On an otherwise uneventful Sunday night, a milestone was reached in the application of AI to complex and concrete problems. Let’s recap for a second. OpenAI was founded by Elon Musk, the media’s favourite billionaire, and Sam Altman, president of Y Combinator. The company aims to promote friendly AI research to benefit humanity while avoiding the existential risks associated with it. As such, they have been trying to apply AI to an array of problems, and have even built an open source, free to contribute environment which provides several mini-games on which anyone can try to apply their algorithm and compare their results against the community’s.
In 2017, they decided to take on Dota 2, a highly-complex, strategy-heavy and, more importantly, team-based video game. Each of these properties is associated with common issues in AI research: highly-complex environment implies a set of possible “game states” is so large that it is impossible to fully explore; strategy-heavy implies that long-term and short-term investments must be balanced properly; finally, team-based implies collaboration between agents, possibly the most complicated of the listed issues.
In August 2017, the first milestone was reached, when OpenAI’s agent won multiple duels against professional players in a limited version of the game, where several features and characters were missing.
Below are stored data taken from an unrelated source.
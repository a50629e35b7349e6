// SPDX-License-Identifier: GPL-3.0-or-later
#pragma once

#include <string>

#include "tonewalk/recording/stream.hpp"

namespace tonewalk {

/// SHA-512 of a recording's data as found and as its metadata states it, in lower-case hex.
struct data_hash {
    std::string found;
    std::string stated; ///< empty where nothing states one
    [[nodiscard]] bool differs() const noexcept { return !stated.empty() && stated != found; }
};

/// Reads all data of a recording that is a file; throws like open_recording. What `verify` in a
/// request does, for those who report a mismatch instead of refusing it.
[[nodiscard]] data_hash hash_data(const recording_request&);

} // namespace tonewalk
Of course, the game is not meant to be played in such a scenario, and although the achievement was still considerable, it wasn’t yet enough. They continued improving their AI, and even started beating amateur teams in 2018. Finally, on Sunday the 5th of August, a major event was organised by OpenAI to test their current level. Many of the previously set restrictions were lifted, with more characters and features available. Most importantly, the game was now being played in teams of 5 players, with the humans all ranked in the top 99.5th percentile.
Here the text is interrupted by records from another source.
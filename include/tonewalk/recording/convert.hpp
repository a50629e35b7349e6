// SPDX-License-Identifier: GPL-3.0-or-later
#pragma once

#include <array>
#include <cstdint>
#include <span>
#include <vector>

#include "tonewalk/base/sample.hpp"
#include "tonewalk/recording/stream.hpp"

namespace tonewalk {

/// Sums over one cell of samples, over finite samples, in full-scale units, after I and Q are
/// exchanged and the spectrum mirrored as asked. Of real samples i is the stored r itself (not the
/// converted 2r) and q is 0. Integers sum exactly.
struct cell_sums {
    double i = 0, q = 0, ii = 0, qq = 0, iq = 0; ///< sums of components and products
    double peak_power = 0;                       ///< largest |z|^2
    double peak_component = 0;                   ///< largest |i| or |q|
};

/// How often the outermost codes occur on one rail (positive, negative) of both components
/// together; codes that never occur are left out, so that a grid coarser than the codes (12 bits
/// left-aligned in 16, floats made from integers) looks like any other. Codes: integers as stored
/// (unsigned less 2^(bits-1), shifted to code_bits); floats by the bits of |x| above the lowest 8
/// (steps of 2^-15 or less). Zero is on neither rail.
struct rail_tally {
    std::array<std::int64_t, 4> codes{-1, -1, -1, -1}; ///< |code|, outermost first; -1: none seen
    std::array<std::uint64_t, 4> counts{};             ///< of each
    [[nodiscard]] std::int64_t outermost() const noexcept { return codes.front(); }
    void add(std::int64_t code, std::uint64_t count) noexcept; ///< code > 0
    void merge(const rail_tally&) noexcept;                    ///< exact, in any order
};

/// What one block says about the raw samples; merged in block order, so that neither block size nor
/// threads change a total.
struct raw_counts {
    std::vector<cell_sums> cells;
    rail_tally positive, negative;
    std::vector<sample_range>
        non_finite;           ///< stored index; one a cell, from the first in it to the last
    std::uint64_t zeroed = 0; ///< non-finite samples, exactly
    void clear() noexcept;
};

/// Turns stored frames into complex samples: the lane picked, integers scaled by 2^(bits-1)
/// (unsigned less 2^(bits-1) first), real samples r to 2r + 0j (the analytic signal's gain), I and
/// Q exchanged, spectrum mirrored (conjugate), non-finite samples to zero; last, the receiver's
/// image taken out: z - k conj(z) over 1 - |k|^2, k being the image's ratio to the signal. Counts
/// are those of the samples as recorded.
class sample_converter {
public:
    /// `image_ratio` below 1 in magnitude; 0: nothing is taken out. Real samples have no image.
    explicit sample_converter(const stream_facts&, cf64 image_ratio = {});
    /// out.size() samples from frames.size()/frame_bytes >= out.size() frames.
    void convert(std::span<const std::byte> frames, std::span<cf32> out) const noexcept;
    /// The same, filling `counts`: one cell_sums per `cell` samples (the last may be shorter);
    /// frames[0] is stored index `first`. counts.cells and counts.non_finite have room (reserved)
    /// for one entry a cell; both are appended to.
    void convert(std::span<const std::byte> frames, std::span<cf32> out, sample_index first,
                 std::size_t cell, raw_counts& counts) const noexcept;

private:
    void run(std::span<const std::byte> frames, std::span<cf32> out, sample_index first,
             std::size_t cell, raw_counts* counts) const noexcept;
    sample_format format_;
    std::size_t lanes_, lane_;
    unsigned code_shift_ = 0;
    bool swap_iq_, inverted_;
    cf64 image_ratio_;
};

} // namespace tonewalk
Long story short, the professional players tried their best, and had some good moments, but overall were heavily defeated by the team of AIs. At points, the game was even becoming frustrating for the humans, with some admirable attacks being blocked, and even used against them. Only for the last game, after the humans conceded twice, the AI was given a heavy handicap in the form of a poor choice of characters, which lead to an easier, although still fought victory for the humans.
So, how did this happen? It turns out there is no magic recipe. Most of the techniques used by OpenAI are not novel and are actually well known in the reinforcement learning community. One of the main engineers even stated how she believes the community was not giving enough credit to these simple methods. It is quite common, especially in machine learning, to always search for more complex tools, instead of trying to refine those currently known, which is exactly what the engineers at OpenAI did. Refine, improve, and train over a large amount of time were the ingredients to the win, with the current agents training for the equivalent of 160 human years.
Video games should not be seen as just games, but rather as a safe environment to experiment.
Now, an important question that I personally hear a lot, and that you might be wondering, is: how is an AI learning to play a game of any use? One could say that it can be sold as a product for professional gamers to train on, after all the gaming industry is now extremely wealthy, but this is actually a short-sighted view. These developments are a lot more valuable; games should not, in this context, be seen as just a game, but rather as an environment which allows to easily train and test new algorithms without any danger or limitation. They are a sandbox; just like when teenagers drive for the first time in parking lots with their parents, or when a kid plays football against the wall by himself. These are not the real, complex environment of urban driving and 11-a-side games, but no one would ever question that the experience gained is useful.
In this light, Dota 2 offers several of the properties of real-world problems and as such, being able to achieve impressive results should be seen as a first large step into the safe use of AI in more general aspects of everyday life. At the end of the day, most of the role of AI in the future should be as assistant to humans and as such, now that we have proof that it is possible to train them to collaborate with each other, a natural step is to see if it is possible for them to efficiently collaborate with humans, implying different constraints such as less training time available, and adapted communication.